We analysed body mass data using linear mixed models (LMM) with the ‘lme’ function of the ‘nlme’ package (Pinheiro et al. 2020). Since graphical model diagnostics indicated heterogeneous variances, we allowed the variances to differ among treatment groups with the ‘varIdent’ function of the ‘nlme’ package. We ran the initial model with infection status at the end of the experiment (yes or no) and CFCM dilution as categorical fixed factors and their interaction, the body mass of individuals measured at the start of the experiment as a numeric covariate, and family nested in population as random factors. We tested the effect of infection within each treatment group by calculating pre-planned linear contrasts (Ruxton and Beauchamp 2008), and corrected the significance threshold for multiple testing using the FDR method (Pike 2011).

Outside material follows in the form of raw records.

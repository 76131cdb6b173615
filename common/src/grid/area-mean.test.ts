import { describe, expect, it } from 'vitest';
import { areaIntegral, areaWeightedMean } from './area-mean';
import { cellAreas } from './cell-areas';

const latEdges = Array.from({ length: 19 }, (_, i) => -90 + 10 * i);
const lonEdges = Array.from({ length: 37 }, (_, i) => 10 * i);
const areas = cellAreas(latEdges, lonEdges, 1);

describe('areaWeightedMean() / areaIntegral()', () => {
  it('gives a constant field its constant, and the integral of 1 over the unit sphere 4π', () => {
    expect(areaWeightedMean(new Float64Array(areas.length).fill(2.5), areas)).toBeCloseTo(2.5, 14);
    expect(areaIntegral(new Float64Array(areas.length).fill(1), areas)).toBeCloseTo(4 * Math.PI, 12);
  });

  it('averages sin(latitude) exactly over the cells: the cell mean of sin φ is Σ(sin² edges)/2 per band — zero over the globe', () => {
    const field = new Float64Array(areas.length);
    for (let i = 0; i < 18; i++) for (let j = 0; j < 36; j++) field[i * 36 + j] = Math.sin(((latEdges[i] + 5) * Math.PI) / 180);
    expect(Math.abs(areaWeightedMean(field, areas) as number)).toBeLessThan(1e-15);
  });

  it('weights by area: the mean of "1 north of the equator, 0 south" is 0.5; a mask keeps only the tropics', () => {
    const field = new Float64Array(areas.length);
    for (let k = 0; k < areas.length; k++) field[k] = Math.floor(k / 36) >= 9 ? 1 : 0;
    expect(areaWeightedMean(field, areas)).toBeCloseTo(0.5, 14);
    const mask = Array.from(areas, (_, k) => Math.floor(k / 36) === 8 || Math.floor(k / 36) === 9);
    expect(areaWeightedMean(field, areas, mask)).toBeCloseTo(0.5, 14);
    // 0–10°N only: the integral of 1 is 2π·sin 10° on the unit sphere.
    expect(areaIntegral(field, areas, mask)).toBeCloseTo(2 * Math.PI * Math.sin(Math.PI / 18), 12);
  });

  it('skips NaN cells and is null when nothing is left', () => {
    const field = new Float64Array(areas.length).fill(NaN);
    field[0] = 3;
    expect(areaWeightedMean(field, areas)).toBeCloseTo(3, 14);
    expect(areaWeightedMean(new Float64Array(areas.length).fill(NaN), areas)).toBeNull();
    expect(areaIntegral(new Float64Array(areas.length).fill(NaN), areas)).toBeNull();
  });
});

During the experiment, we documented intensive skin shedding in infected individuals. To analyse the occurrence of shedding, we applied a generalized linear modelling procedure (GLM) with binomial distribution and logit link function containing infection status and CFCM dilution as categorical fixed factors. All tests were two-tailed, and we checked model fits in the case of all dependent variables by visual inspection of diagnostic plots. In all models containing interactions, we applied a backward stepwise removal procedure removing terms when P > 0.05 (Grafen and Hails 2002) to avoid problems potentially arising from the inclusion of non-significant terms (Engqvist 2005). We obtained statistics for removed variables by re-entering them one by one into the final model.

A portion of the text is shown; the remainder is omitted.